Ventricelli v. DeGennaro

—Ap*232peal from order, Supreme Court, Bronx County (Lottie Wilkins, J.), entered September 20, 1994, deemed to be an appeal from judgment of the same court and Justice entered October 24, 1994, which, after a nonjury trial, awarded plaintiff the principal sum of $150,000 and interest thereon, and as so considered, the judgment is unanimously affirmed, without costs.

On appeal from a determination reached after nonjury trial, the decision of the fact-finding court should not be disturbed unless the court’s conclusions could not be reached under any fair interpretation of the evidence. Here, the findings of fact rest in large measure on considerations relating to the credibility of the witnesses (Thoreson v Penthouse Inti., 80 NY2d 490, 495). The trial court reasonably determined that the terms and provisions of the parties’ contract for the sale of real property constituted a security interest rather than a novation, which extinguished the defendant’s debt on the promissory notes in issue. The trial record reveals that the defendant failed to sustain his burden of proof of establishing that it was the intent of the parties to effect a novation substituting a new obligor or another contract for the original obligation. The contract of sale was devoid of any language indicating that the contract between plaintiff and defendant’s corporation, DCP Holding Corp., either revoked, cancelled, extinguished, superseded or otherwise satisfied defendant’s obligations to plaintiff on the promissory notes {see, Schloss Bros. & Co. v Bennett, 260 NY 243, 248; Globe Food Servs. Corp. v Consolidated Edison Co., 184 AD2d 278, 279).

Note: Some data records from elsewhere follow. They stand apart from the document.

"""Reference values for the power of the second-order tests of response-surface plans.

Builds each plan's coded runs here with numpy (independently of the program), the model
matrix of the full second-order model (intercept, block contrasts, linear, interaction
and square terms), and for square terms of size c (coded units) and SD s:

  one square term j:  lambda = c^2 / (s^2 [(X'X)^-1]_jj),       F(1, n - p)
  all k squares:      lambda = c^2 1' ([(X'X)^-1]_SS)^-1 1 / s^2, F(k, n - p)

power = scipy.stats.ncf.sf(scipy.stats.f.isf(alpha, q, n - p), q, n - p, lambda).
Run with: python3 make_surface_power_reference.py
"""

import itertools

import numpy as np
import scipy
from scipy import stats


def cube(k):
    return [list(signs) for signs in itertools.product([-1.0, 1.0], repeat=k)]


def axial(k, alpha):
    runs = []
    for factor in range(k):
        for sign in (-1.0, 1.0):
            run = [0.0] * k
            run[factor] = sign * alpha
            runs.append(run)
    return runs


def centre(k, count):
    return [[0.0] * k for _ in range(count)]


def box_behnken_three():
    runs = []
    for pair in ((0, 1), (0, 2), (1, 2)):
        for a, b in itertools.product([-1.0, 1.0], repeat=2):
            run = [0.0, 0.0, 0.0]
            run[pair[0]] = a
            run[pair[1]] = b
            runs.append(run)
    return runs


def model_matrix(runs, blocks):
    runs = np.asarray(runs, dtype=float)
    n, k = runs.shape
    labels = sorted(set(blocks)) if blocks else [0]
    columns = [np.ones(n)]
    for index in range(len(labels) - 1):
        column = np.zeros(n)
        for row, block in enumerate(blocks):
            position = labels.index(block)
            column[row] = 1.0 if position == index else (-1.0 if position == len(labels) - 1 else 0.0)
        columns.append(column)
    columns.extend(runs[:, i] for i in range(k))
    columns.extend(runs[:, i] * runs[:, j] for i in range(k) for j in range(i + 1, k))
    columns.extend(runs[:, i] ** 2 for i in range(k))
    return np.column_stack(columns), len(labels), k


def powers(name, runs, blocks, curvature, sd, alpha):
    x, n_blocks, k = model_matrix(runs, blocks)
    n, p = x.shape
    df = n - p
    inverse = np.linalg.inv(x.T @ x)
    first = n_blocks + k + k * (k - 1) // 2
    squares = []
    for j in range(first, first + k):
        lam = curvature**2 / (sd**2 * inverse[j, j])
        power = stats.ncf.sf(stats.f.isf(alpha, 1, df), 1, df, lam)
        squares.append((lam, power))
    block = inverse[first:first + k, first:first + k]
    beta = np.full(k, curvature)
    lam_group = beta @ np.linalg.inv(block) @ beta / sd**2
    power_group = stats.ncf.sf(stats.f.isf(alpha, k, df), k, df, lam_group)
    print(f"{name}: n={n} df={df}")
    for j, (lam, power) in enumerate(squares):
        print(f"  square {j}: lambda={float(lam)!r} power={float(power)!r}")
    print(f"  group: lambda={float(lam_group)!r} power={float(power_group)!r}")


print(f"scipy {scipy.__version__}, numpy {np.__version__}")
alpha2 = 4 ** 0.25
powers("composite k=2 rotatable, 5 centre", cube(2) + axial(2, alpha2) + centre(2, 5), [], 1.0, 1.5, 0.05)
alpha3 = 8 ** 0.25
powers("composite k=3 rotatable, 6 centre", cube(3) + axial(3, alpha3) + centre(3, 6), [], 0.8, 1.0, 0.05)
powers("composite k=3 faces, 3 centre", cube(3) + axial(3, 1.0) + centre(3, 3), [], 0.8, 1.0, 0.05)
twice = (cube(2) + axial(2, alpha2) + centre(2, 5)) * 2
powers("composite k=2 rotatable, 5 centre, two replicates", twice, [], 1.0, 1.5, 0.05)
powers("Box-Behnken k=3, 3 centre", box_behnken_three() + centre(3, 3), [], 1.0, 1.2, 0.05)
blocked = cube(2) + centre(2, 3) + axial(2, 2 ** 0.5) + centre(2, 3)
powers("composite k=2 in two blocks, 3 centre each", blocked, [1] * 7 + [2] * 7, 1.0, 1.5, 0.01)
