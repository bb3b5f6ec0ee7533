//! Contour maps of fitted second-order surfaces: for each response with a second-order
//! analysis, a picture for each pair of its important factors, the other factors held
//! at the recommended settings, on a sheet of their own (one picture a printed page, so
//! that no table is covered and each prints whole on A4 and Letter).
//!
//! Which pairs: the factors with a term (linear, square, or an interaction with any
//! other factor) whose p-value is below 1 − confidence, strongest first (by the least
//! p-value among its terms), at most [`MOST_FACTORS`] of them, so at most six pictures a
//! response however many factors were run; when fewer than two factors qualify, the two
//! with the strongest terms, and the sheet says so.
//!
//! Each picture: filled bands of the predicted response between contour levels at round
//! numbers, the level lines with their values, the runs (filled where the held factors
//! were run at the held settings, open elsewhere; a count beside a point run more than
//! once), the recommended settings, the limits of the settings run (dashed) and the
//! region of the analysis (the sphere through the farthest run, dotted), axes in the
//! factors' own units, and a key of the bands. Drawn by [`raster`] at 1.5 pixels per
//! pixel shown (for print), encoded as PNG.

pub mod geometry;
pub mod raster;

use engine::analysis::surface::SurfaceOutcome;
use workbook_io::write::{Book, Look, Picture, Sheet, Value};

use crate::WorkbookResults;
use geometry::{decimals_of_step, round_levels, Grid, Quadratic2};
use raster::{grey_of, scale_colour, Anchor, Canvas, Rgb, BLACK, WHITE};

/// The sheet's name.
pub const CONTOUR_SHEET: &str = "Surface maps";

/// The most factors whose pairs are drawn for one response (six pictures).
pub const MOST_FACTORS: usize = 4;

/// The size a picture is shown at, in pixels at 96 an inch: 585 × 405 points, which
/// fits the landscape printable area of A4 and Letter at full scale with a heading row.
pub const SHOWN: (u32, u32) = (780, 540);

/// Pixels drawn per pixel shown.
const RESOLUTION: f64 = 1.5;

Nor did the trial court err in finding that defendant had repaid, and thereby satisfied, two 1987 promissory notes in the total sum of $175,000. Plaintiff, as the alleged payee, failed to sustain her burden of proving ownership of the notes at trial by either producing the original promissory notes or satisfactorily setting forth the circumstances of their loss (Marrazzo v Piccolo, 163 AD2d 369; see also, Felt v Olson, 51 NY2d 977). The trial record indicates that it was the parties’ ordinary custom and practice to return the original promissory notes to defendant upon their payment.

We have reviewed the parties’ remaining arguments for affirmative relief and find them to be without merit. Concur— Rosenberger, J. P., Rubin, Kupferman, Asch and Mazzarelli, JJ.